1. The volume argument says: to capture 10% of data in 100D, the neighborhood must have $r=0.10^{1/100}=0.977$. But this assumes uniform data distribution. If all your data lives on a 2D manifold embedded in 100D space (e.g., the MNIST digits), does the curse of dimensionality apply in the same way? What does "intrinsic dimensionality" mean in this context?

2. The distance ratio $d_{\text{max}}/d_{\text{min}}$ → 1 as $d\to \infty$. This assumes random uniform points. For structured data (e.g., MNIST digits grouped by class), would the ratio stay high in high dimensions? What property of the data preserves meaningful distance contrast?

3. Adding 500 noise features reduced KNN accuracy from 96.8% to 34.1%. If instead you added 500 copies of the most informative feature (pixel[0]), would accuracy also degrade? Why might correlated high-dimensional data be worse or better than random noise for distance-based methods?

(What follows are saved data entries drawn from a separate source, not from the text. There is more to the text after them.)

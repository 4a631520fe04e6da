"""Materials in tension: nominal stress, strains and what a perfect test would find.

Stress is nominal (force over original section), MPa; strain is engineering strain.
"""

from __future__ import annotations

from dataclasses import dataclass
from typing import Protocol

import numpy as np
from numpy.typing import ArrayLike, NDArray
from scipy.optimize import brentq

Floats = NDArray[np.float64]


class Material(Protocol):
    """What a virtual test needs to know of a material."""

    @property
    def youngs_modulus(self) -> float:
        """Slope of the curve at zero, MPa."""
        ...

    @property
    def poissons_ratio(self) -> float:
        """Contraction per axial strain at zero."""
        ...

    def stress(self, strain: ArrayLike) -> Floats:
        """Return the nominal stress at an axial strain while loading, MPa."""
        ...

    def strain(self, stress: ArrayLike) -> Floats:
        """Return the axial strain at a nominal stress while loading."""
        ...

    def transverse(self, strain: ArrayLike) -> Floats:
        """Return the transverse strain at an axial strain while loading."""
        ...

    def unloaded(self, strain: float) -> tuple[float, float]:
        """Return the axial and transverse strain left when the load at `strain` has gone."""
        ...


@dataclass(frozen=True)
class Elastic:
    """Hooke's law: σ = E·ε, ε_t = −ν·ε."""

    youngs_modulus: float
    poissons_ratio: float

    def stress(self, strain: ArrayLike) -> Floats:
        """Return the nominal stress, MPa."""
        return self.youngs_modulus * np.asarray(strain, dtype=float)

    def strain(self, stress: ArrayLike) -> Floats:
        """Return the axial strain."""
        return np.asarray(stress, dtype=float) / self.youngs_modulus

    def transverse(self, strain: ArrayLike) -> Floats:
        """Return the transverse strain."""
        return -self.poissons_ratio * np.asarray(strain, dtype=float)

    def unloaded(self, strain: float) -> tuple[float, float]:
        """Return zero strains: nothing is left."""
        return 0.0, 0.0


@dataclass(frozen=True)
class RambergOsgood:
    """ε = σ/E + 0.002·(σ/σ0.2)ⁿ in nominal terms; the 0.2 % proof stress is σ0.2 exactly.

    Across, the elastic part contracts by ν and the plastic part keeps its volume: the transverse
    stretch is (1 − ν·σ/E)·(1 + ε_p)^(−1/2) with the plastic strain ε_p = ε − σ/E.

    Attributes
    ----------
    youngs_modulus, proof_stress
        E and σ0.2, MPa.
    poissons_ratio
        Elastic ν.
    exponent
        n, at least 1.

    Notes
    -----
    Ramberg & Osgood, NACA Technical Note 902 (1943), with the plastic term written by the 0.2 %
    proof stress.
    """

    youngs_modulus: float
    poissons_ratio: float
    proof_stress: float
    exponent: float

    def strain(self, stress: ArrayLike) -> Floats:
        """Return the axial strain."""
        stress = np.asarray(stress, dtype=float)
        return stress / self.youngs_modulus + self._plastic(stress)

    def _plastic(self, stress: Floats) -> Floats:
        return 0.002 * np.sign(stress) * np.abs(stress / self.proof_stress) ** self.exponent

    def stress(self, strain: ArrayLike) -> Floats:
        """Return the nominal stress, MPa, to rounding."""
        strain = np.asarray(strain, dtype=float)
        size = np.abs(strain)
        # Each term alone bounds the stress from above, and from above Newton's steps on this convex
        # curve never overshoot.
        stress = np.minimum(
            self.youngs_modulus * size, self.proof_stress * (size / 0.002) ** (1 / self.exponent)
        )
        for _ in range(100):
            slope = 1 / self.youngs_modulus + 0.002 * self.exponent / self.proof_stress * (
                stress / self.proof_stress
            ) ** (self.exponent - 1)
            step = (self.strain(stress) - size) / slope
            stress = stress - step
            if np.all(np.abs(step) <= 1e-13 * self.proof_stress):
                break
        return np.sign(strain) * stress

    def transverse(self, strain: ArrayLike) -> Floats:
        """Return the transverse strain."""
        strain = np.asarray(strain, dtype=float)
        elastic = self.stress(strain) / self.youngs_modulus
        return (1 - self.poissons_ratio * elastic) / np.sqrt(1 + strain - elastic) - 1

    def unloaded(self, strain: float) -> tuple[float, float]:
        """Return the plastic strains: the elastic part springs back along E."""
        plastic = strain - float(self.stress(strain)) / self.youngs_modulus
        return plastic, float(1 / np.sqrt(1 + plastic) - 1)


@dataclass(frozen=True)
class YieldPoint:
    """Mild steel: elastic up to an upper yield point, a drop, a level at the lower one, then hardening.

    From the level's end on, σ = ReL + (Rs − ReL)·(1 − exp(−Δε/h)).  Across, the elastic part contracts by
    ν and the plastic part keeps its volume, as in `RambergOsgood`.

    Attributes
    ----------
    youngs_modulus, upper_yield, lower_yield, saturation
        E, ReH, ReL and Rs, to which hardening tends, MPa; ReL < ReH < Rs.
    poissons_ratio
        Elastic ν.
    drop, level, hardening
        Strains over which the stress drops and stays level, and h.

    Notes
    -----
    One coupon-wide strain; the bands that travel along a real coupon are left out.
    """

    youngs_modulus: float
    poissons_ratio: float
    upper_yield: float
    lower_yield: float
    saturation: float
    drop: float = 0.001
    level: float = 0.015
    hardening: float = 0.04

    def _corners(self) -> tuple[float, float, float]:
        upper = self.upper_yield / self.youngs_modulus
        return upper, upper + self.drop, upper + self.drop + self.level

    def stress(self, strain: ArrayLike) -> Floats:
        """Return the nominal stress, MPa."""
        strain = np.asarray(strain, dtype=float)
        upper, lower, end = self._corners()
        up_to_level = np.interp(
            strain, [-upper, upper, lower], [-self.upper_yield, self.upper_yield, self.lower_yield]
        )
        beyond = np.clip(strain - end, 0, None)
        return up_to_level - (self.saturation - self.lower_yield) * np.expm1(-beyond / self.hardening)

    def strain(self, stress: ArrayLike) -> Floats:
        """Return the strain at which a stress is first reached."""
        stress = np.asarray(stress, dtype=float)
        with np.errstate(invalid="ignore", divide="ignore"):
            share = (stress - self.lower_yield) / (self.saturation - self.lower_yield)
            beyond = self._corners()[2] - self.hardening * np.log1p(-share)
        return np.where(stress <= self.upper_yield, stress / self.youngs_modulus, beyond)

    def transverse(self, strain: ArrayLike) -> Floats:
        """Return the transverse strain."""
        strain = np.asarray(strain, dtype=float)
        elastic = self.stress(strain) / self.youngs_modulus
        return (1 - self.poissons_ratio * elastic) / np.sqrt(1 + strain - elastic) - 1

    def unloaded(self, strain: float) -> tuple[float, float]:
        """Return the plastic strains: the elastic part springs back along E."""
        plastic = strain - float(self.stress(strain)) / self.youngs_modulus
        return plastic, float(1 / np.sqrt(1 + plastic) - 1)


@dataclass(frozen=True)
class NeoHookean:
    """Incompressible neo-Hookean rubber: σ = μ·(λ − λ⁻²), λ_t = λ^(−1/2); E = 3μ and ν = 1/2 at zero.

    Attributes
    ----------
    shear_modulus
        μ, MPa.

    Notes
    -----
    Treloar, *The Physics of Rubber Elasticity*; Rivlin, Phil. Trans. R. Soc. A 240 (1948) 459-490,
    doi 10.1098/rsta.1948.0002.
    """

    shear_modulus: float

    @property
    def youngs_modulus(self) -> float:
        """Initial slope 3μ, MPa."""
        return 3 * self.shear_modulus

    @property
    def poissons_ratio(self) -> float:
        """Initial contraction."""
        return 0.5

    def stress(self, strain: ArrayLike) -> Floats:
        """Return the nominal stress, MPa."""
        stretch = 1 + np.asarray(strain, dtype=float)
        return self.shear_modulus * (stretch - stretch**-2)

    def strain(self, stress: ArrayLike) -> Floats:
        """Return the axial strain, to rounding."""
        ratio = np.asarray(stress, dtype=float) / self.shear_modulus
        # λ³ − r·λ² − 1 has one positive root and is convex from a bound above it on.
        stretch = 1 + np.maximum(ratio, 0.0)
        for _ in range(100):
            step = (stretch**3 - ratio * stretch**2 - 1) / (3 * stretch**2 - 2 * ratio * stretch)
            stretch = stretch - step
            if np.all(np.abs(step) <= 1e-15 * stretch):
                break
        return stretch - 1

    def transverse(self, strain: ArrayLike) -> Floats:
        """Return the transverse strain."""
        return (1 + np.asarray(strain, dtype=float)) ** -0.5 - 1

    def unloaded(self, strain: float) -> tuple[float, float]:
        """Return zero strains: nothing is left."""
        return 0.0, 0.0


def proof_stress(material: Material, limit: float, offset: float = 0.002) -> float:
    """Return where the line of slope E through an offset meets the curve, MPa.

    Parameters
    ----------
    material
        The material; its curve must not be steeper than its beginning.
    limit
        Largest axial strain that is reached.
    offset
        Strain at which the line starts.

    Returns
    -------
    float
        Proof stress to better than 1e-9 of itself; NaN where the line does not meet the curve
        before the limit.
    """

    def above(strain: float) -> float:
        return float(material.stress(strain)) - material.youngs_modulus * (strain - offset)

    if limit <= offset or above(limit) > 0:
        return float("nan")
    strain = brentq(above, offset, limit, xtol=1e-16, rtol=1e-14)
    return float(material.stress(strain))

4. PCA to 41 components retains 95% of variance. The 23 dropped components contain 5% of variance. If those 23 components are pure noise, dropping them should improve KNN. If they contain 5% real signal, dropping them loses information. How would you determine which case applies for the digits dataset, without running KNN twice?

5. The required sample size table shows 10D needs $10^{10}$ samples. Real datasets with 10 features work fine with 1000 samples. What assumption in the $k^d$ formula breaks down in practice — and why does machine learning work at all in high dimensions if the curse is this severe?